Your objective. Report each line of the listing that carries the word "companies".

Material for this exercise.
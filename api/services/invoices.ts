import { and, asc, eq, inArray, ne, or, sql, type SQL } from 'drizzle-orm';
import { documentNumber, unpaidStatuses, type InvoiceKind } from '@shared/billing/invoices';
import { formatMoney, invoiceTotals, lineAmount, parseQuantity } from '@shared/billing/money';
import type {
  CreditNoteInput,
  InvoiceDetail,
  InvoiceDraftInput,
  InvoiceLineInput,
  NewInvoiceInput,
  RecordPaymentInput,
} from '@shared/schemas/billing';
import { visitReportContent } from '@shared/schemas/visits';
import { formatDate } from '@shared/text/dates';
import { visitKindLabels } from '@shared/visits/kinds';
import { wallTimeOf } from '@shared/visits/recurrence';
import { addDays } from '@shared/schemas/equipment';
import type { AppDeps } from '../deps';
import type { Db } from '../db/client';
import {
  companies,
  equipment,
  invoiceLines,
  invoices,
  payments,
  priceItems,
  tankMembers,
  tanks,
  urgentRequests,
  users,
  visits,
} from '../db/schema/index';
import { badRequest, conflict, notFound, type ErrorIssue } from '../lib/http-error';
import type { Actor } from './actors';
import { recordAudit, type AuditSource } from './audit';
import { announceInvoiceEvent, recordInvoiceEvent } from './invoice-notify';
import { balanceOf, billToChoices, getInvoice, invoiceFor } from './invoice-views';
import { billingSettingsOf, moneyOf, routineBandFor, type BillingSettings } from './price-list';

/*
 * Invoices: drafted from a published visit report or a resolved urgent request, edited while a
 * draft, then issued with the next number of the company's series (taken inside the issuing
 * transaction, so numbers have no gaps), e-mailed with a PDF, and settled by payments or cancelled
 * by a credit note. Totals are always recomputed here from the lines (shared/billing/money.ts).
 */

type Tx = Parameters<Parameters<Db['transaction']>[0]>[0];
type InvoiceRow = typeof invoices.$inferSelect;
type LineValues = Omit<typeof invoiceLines.$inferInsert, 'invoiceId' | 'position'>;

/** Labour is billed in quarter hours, rounded up (common practice in service trades). */
const billedMinutesStep = 15;

/** Today on the company's calendar, as YYYY-MM-DD. */
async function companyToday(db: Db | Tx, companyId: string, now: Date): Promise<string> {
  const [company] = await db
    .select({ zone: companies.timeZone })
    .from(companies)
    .where(eq(companies.id, companyId));
  return wallTimeOf(now, company?.zone ?? 'UTC').day;
}

/* ------------------------------------------------------------------ lines and totals */

/** Parses typed lines for the company's currency; every problem is reported at once, at its field. */
function linesFrom(inputs: readonly InvoiceLineInput[], currency: string, sign: 1 | -1): LineValues[] {
  const issues: ErrorIssue[] = [];
  const lines = inputs.map((input, index): LineValues => {
    const quantity = parseQuantity(input.quantity);
    if (!quantity.ok) issues.push({ path: `body.lines.${index}.quantity`, message: quantity.message });
    let unitPriceMinor = 0;
    try {
      unitPriceMinor = moneyOf(input.unitPrice, currency, `body.lines.${index}.unitPrice`);
    } catch (error) {
      const found = (error as { issues?: ErrorIssue[] }).issues;
      if (found) issues.push(...found);
      else throw error;
    }
    const hundredths = quantity.ok ? quantity.hundredths : 100;
    return {
      kind: input.kind,
      description: input.description,
      quantityHundredths: hundredths,
      unit: input.unit,
      unitPriceMinor: sign * unitPriceMinor,
      amountMinor: lineAmount(hundredths, sign * unitPriceMinor),
      priceItemId: input.priceItemId,
    };
  });
  if (issues.length > 0) throw badRequest('invalid_request', 'Some lines need attention.', issues);
  return lines;
}

/** Lines may name price-list items of the company only; anything else is a 400 at the line. */
async function checkPriceItems(db: Db | Tx, companyId: string, inputs: readonly InvoiceLineInput[]) {
  const named = [
    ...new Set(inputs.map((line) => line.priceItemId).filter((id): id is string => id !== null)),
  ];
  if (named.length === 0) return;
  const known = await db
    .select({ id: priceItems.id })
    .from(priceItems)
    .where(and(eq(priceItems.companyId, companyId), inArray(priceItems.id, named)));
  const ids = new Set(known.map((row) => row.id));
  const issues = inputs.flatMap((line, index) =>
    line.priceItemId !== null && !ids.has(line.priceItemId)
      ? [{ path: `body.lines.${index}.priceItemId`, message: 'No such item on the price list.' }]
      : [],
  );
  if (issues.length > 0) throw badRequest('invalid_request', 'Some lines need attention.', issues);
}

function totalsOf(
  lines: readonly Pick<LineValues, 'amountMinor'>[],
  settings: Pick<BillingSettings, 'taxRateBp' | 'pricesIncludeTax'>,
) {
  return invoiceTotals(
    lines.map((line) => line.amountMinor),
    settings.taxRateBp,
    settings.pricesIncludeTax,
  );
}

async function replaceLines(tx: Tx, invoiceId: string, lines: readonly LineValues[]) {
  await tx.delete(invoiceLines).where(eq(invoiceLines.invoiceId, invoiceId));
  if (lines.length > 0) {
    await tx.insert(invoiceLines).values(lines.map((line, position) => ({ ...line, invoiceId, position })));
  }
}

const taxSnapshot = (settings: BillingSettings) => ({
  currency: settings.currency,
  taxRateBp: settings.taxRateBp,
  taxLabel: settings.taxLabel,
  pricesIncludeTax: settings.pricesIncludeTax,
});

/* ------------------------------------------------------------------ drafting */

/** The tank's first owner (by when they joined it): who a new draft is addressed to. */
async function billingOwnerOf(db: Db | Tx, tankId: string) {
  const [owner] = await db
    .select({ id: users.id, name: users.name, email: users.email })
    .from(tankMembers)
    .innerJoin(users, eq(users.id, tankMembers.userId))
    .where(and(eq(tankMembers.tankId, tankId), eq(users.role, 'owner'), eq(users.status, 'active')))
    .orderBy(asc(tankMembers.createdAt), asc(users.name))
    .limit(1);
  return owner ?? null;
}

/** Minutes on site rounded up to the billing step; null without both times. */
function billedHours(arrivedAt: string | null, departedAt: string | null): number | null {
  if (!arrivedAt || !departedAt) return null;
  const minutes = Math.max(0, (Date.parse(departedAt) - Date.parse(arrivedAt)) / 60_000);
  const billed = Math.max(billedMinutesStep, Math.ceil(minutes / billedMinutesStep) * billedMinutesStep);
  // Hundredths of an hour: quarter hours are exact (25, 50, 75).
  return Math.round((billed / 60) * 100);
}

Exercise response.
  companies,
    .select({ zone: companies.timeZone })
    .from(companies)
    .where(eq(companies.id, companyId));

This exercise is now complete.